Sulla stessa linea Confartigianato che condivide le linee guida della riforma proposte dal ministro perché siamo convinti della necessità di costruire un sistema di protezione sociale più inclusivo ed equo, attento anche alla sostenibilità per le micro e piccole imprese”, ha affermato il presidente Marco Granelli, durante l’incontro. “Restiamo in attesa, però, di indicazioni determinanti sulla contribuzione e di poter quindi valutare l’impatto sul costo del lavoro -ha proseguito.
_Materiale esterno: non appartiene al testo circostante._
"""The loop as an ordinary differential equation, written out plainly: the second opinion on the engine.

Nothing here comes from ``fertui.loop`` but the description of the ten invented sites. Stock and acid are dosed by a
very fast proportional controller instead of a set point; water is constant in every vessel.
"""

from __future__ import annotations

from collections.abc import Callable
from dataclasses import dataclass

import numpy as np
from scipy.integrate import solve_ivp

from fertui.chemistry.exchange import batch
from fertui.chemistry.ions import INDEX, Array

Z = np.array([1, 2, 2, 1, 1, -1, -1, -2, -1, -1.0])
B = np.array([0.4, 1, 1, 1, 1, 0.4, 0.4, 1, 0.4, 0])
Q = np.array([0.6, 0.6, 0.6, 1, 0.6, 0.6, 1, 0.6, 0.6, 1])
KM = np.array([0.05, 0.04, 0.05, 0.02, 0.02, 0.05, 0.02, 0.03, 0.01, 1])
CMIN = np.array([0.03, 0.03, 0.02, 0, 0.005, 0.01, 0, 0, 0.005, 0])
K, CA, MG, NA, NH4, NO3, CL, SO4, P, ALK = range(10)
CONTROLLER_PER_D = 20000.0


@dataclass(frozen=True)
class Site:
    """An invented loop, per m2 of crop [L/m2, mmol/m2, meq/m2]; the same numbers for engine and equations."""

    name: str
    layout: str
    root_l: float
    root0: Array
    uptake_concentration: Array
    reference: Array
    reference_l_d: float
    crop_l_d: float
    irrigation_l_d: float
    store_l: float = 0.0
    store0: Array | None = None
    mixed: bool = False
    capacity_meq: float = 0.0
    selectivity: Array | None = None
    make_up: Array | None = None
    feed: tuple[Array, Array] | None = None
    stock_mmol_d: Array | None = None
    ec: Array | None = None
    hold_ec: float | None = None
    proportions: Array | None = None
    hold_alkalinity: float | None = None
    drain_share: float | None = None
    premix_ec: float | None = None
    bleed_l_d: float = 0.0
    nitrification_per_d: float = 0.0


def uptake(site: Site, c: Array) -> Array:
    """Section 4 of docs/model.md for concentrations (10, n) [mmol/L] -> [mmol/d] (10, n)."""
    reference = site.reference[:, None]
    water = site.crop_l_d**Q * site.reference_l_d ** (1 - Q)
    above, above_reference = np.maximum(c - CMIN[:, None], 0), reference - CMIN[:, None]
    carriers = above / (KM[:, None] + above) * (KM[:, None] + above_reference) / above_reference
    taken = (water * site.uptake_concentration)[:, None] * carriers
    taken *= (np.maximum(c, 1e-12) / np.maximum(reference, 1e-12)) ** B[:, None]
    rivals = (np.maximum(c[K] + c[NH4], 1e-12) / (reference[K] + reference[NH4])) ** -0.15
    taken[[CA, MG]] *= np.clip(rivals, 0.5, 2.0)
    taken[NO3] *= (1 + reference[NA] / 62.5) / (1 + c[NA] / 62.5)
    taken[ALK] = Z[:ALK] @ taken[:ALK]
    return taken


def right_hand_side(site: Site, days: float) -> Callable[[float, Array], Array]:
    """dy/dt for y = amounts in store (10) and root zone with its sites (10), columns vectorised."""
    root_l, store_l, irrigation = site.root_l, site.store_l, site.irrigation_l_d
    drain = irrigation - site.crop_l_d

    def rates(t: float, y: Array) -> Array:
        y = y.reshape(20, -1)
        store, root = y[:10] / store_l if store_l else np.zeros_like(y[:10]), y[10:] / root_l
        if site.capacity_meq:
            root[:5] = batch(np.maximum(y[10:15].T, 0), root_l, site.capacity_meq, site.selectivity)[0].T
        d_root = -uptake(site, root)
        nitrified = site.nitrification_per_d * root_l * root[NH4]
        d_root[NH4] -= nitrified
        d_root[NO3] += nitrified
        d_root[ALK] -= 2 * nitrified
        d_store = np.zeros_like(store)
        if site.layout == "known-feed":
            feed = site.feed[0] + t / days * (site.feed[1] - site.feed[0])
            d_root += irrigation * feed[:, None] - drain * root
        elif site.mixed:
            d_root += (site.crop_l_d + site.bleed_l_d) * site.make_up[:, None] - site.bleed_l_d * root
            d_root += dosed(site, root, root_l)
        elif site.layout == "shared-tank":
            d_root += irrigation * store - drain * root
            d_store += drain * root - irrigation * store - site.bleed_l_d * store
            d_store += (site.crop_l_d + site.bleed_l_d) * site.make_up[:, None] + dosed(site, store, store_l)
        else:
            reused = irrigation * share(site, store)
            feed = blended(site, (reused * store + (irrigation - reused) * site.make_up[:, None]) / irrigation)
            d_root += irrigation * feed - drain * root
            d_store += drain * root - reused * store - (drain - reused) * store
        return np.concatenate([d_store, d_root])

    return rates


def share(site: Site, store: Array) -> Array:
    """Store water in the feed of a drain-blend loop; the store stays full, what is not reused runs over."""
    if site.premix_ec is not None:
        fresh, drained = site.ec @ site.make_up, site.ec @ store
        return np.clip((site.premix_ec - fresh) / (drained - fresh), 0, 1)
    return np.full(store.shape[1], site.drain_share)


def blended(site: Site, premix: Array) -> Array:
    """Feed of a drain-blend loop: acid to the alkalinity, then stock to the EC."""
    feed = premix.copy()
    if site.hold_alkalinity is not None:
        acid = np.maximum(feed[ALK] - site.hold_alkalinity, 0)
        feed[NO3] += acid
        feed[ALK] -= acid
    lacking = np.maximum(site.hold_ec - site.ec @ feed, 0) / (site.ec @ site.proportions)
    return feed + lacking * site.proportions[:, None]


def dosed(site: Site, c: Array, litres: float) -> Array:
    """Stock and acid that a controller doses into a held vessel [mmol/d]."""
    dose = np.zeros_like(c)
    if site.stock_mmol_d is not None:
        dose += site.stock_mmol_d[:, None]
    if site.hold_alkalinity is not None:
        acid = CONTROLLER_PER_D * litres * np.maximum(c[ALK] - site.hold_alkalinity, 0)
        dose[NO3] += acid
        dose[ALK] -= acid
    if site.hold_ec is not None:
        lacking = np.maximum(site.hold_ec - site.ec @ c, 0) / (site.ec @ site.proportions)
        dose += CONTROLLER_PER_D * litres * lacking * site.proportions[:, None]
    return dose


def solve(site: Site, y0: Array, days: float) -> Array:
    """Amounts (20,) after ``days`` by scipy's BDF, rtol 1e-6, vectorised right-hand side."""
    result = solve_ivp(
        right_hand_side(site, days), (0, days), y0, method="BDF", rtol=1e-6, atol=1e-7, vectorized=True
    )  # fmt: skip
    assert result.success, result.message
    return result.y[:, -1]


def ions(**mmol_l: float) -> Array:
    composition = np.zeros(10)
    for name, value in mmol_l.items():
        composition[INDEX[name]] = value
    return composition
“Il documento predisposto dal ministero del lavoro segna certamente un passo in avanti, recependo alcune nostre proposte (tra le quali un meccanismo premiale in caso di mancato ricorso agli ammortizzatori sociali, il riconoscimento dei Workers Buyout quali strumenti di politica attiva del lavoro, l’attribuzione di risorse aggiuntive ai fondi paritetici interprofessionali qualora realizzino percorsi di formazione per lavoratori in cassa integrazione), ma lascia irrisolti diversi aspetti importanti per i quali avevamo manifestato la nostra preoccupazione, primo tra tutti il tema della contribuzione, sia in termini di quantum che di soggetto contributore”. E’ quanto affermato, invece, da Mauro Lusetti, Presidente dell’Alleanza delle Cooperative, anche e nome dei Copresidenti Maurizio Gardini e Giovanni Schiavone.

“La riforma degli ammortizzatori non deve tradursi in un incremento degli oneri per le imprese del terziario e del turismo, che comporterebbe un aumento del costo del lavoro assolutamente da evitare in un momento come questo”. Questa la richiesta di Confesercenti. “Sarebbe una stangata, del tutto ingiustificata: terziario e turismo, grazie al Fis, si sono sempre dimostrati ampiamente capienti nei periodi ante-Covid. Noi – prosegue Confesercenti – condividiamo il principio dell’Universalità e l’idea di un ammortizzatore unico, ma crediamo anche che la riforma debba declinarli nel rispetto delle differenze tra i vari settori d’attività economica.

Per turismo e terziario, si potrebbe e dovrebbe universalizzare il FIS, delineando così un ammortizzatore unico per commercio, servizi e turismo. “Uno strumento da estendere con la prudenza e la gradualità suggerite da una crisi pandemica ancora preoccupante, e in grado di rispondere alle esigenze settoriali e dimensionali, garantendo coperture adeguate senza oneri insostenibili, soprattutto per le microimprese. L’auspicio – conclude l’associazione – è che il confronto prosegua prendendo in considerazione questi temi”.

Su un binario parallelo agli ammortizzatori, viaggia anche quello sulle politiche attive con il Ministro  Orlando che sul tema incontrerà le parti sociali il 2 settembre. Nello stesso mese, previsto anche un confronto con le Regioni. Ovviamente, come da copione, bisogna fare i conti con la coperta troppo corta e il nodo costi. Tra tutti, il più difficile da sciogliere.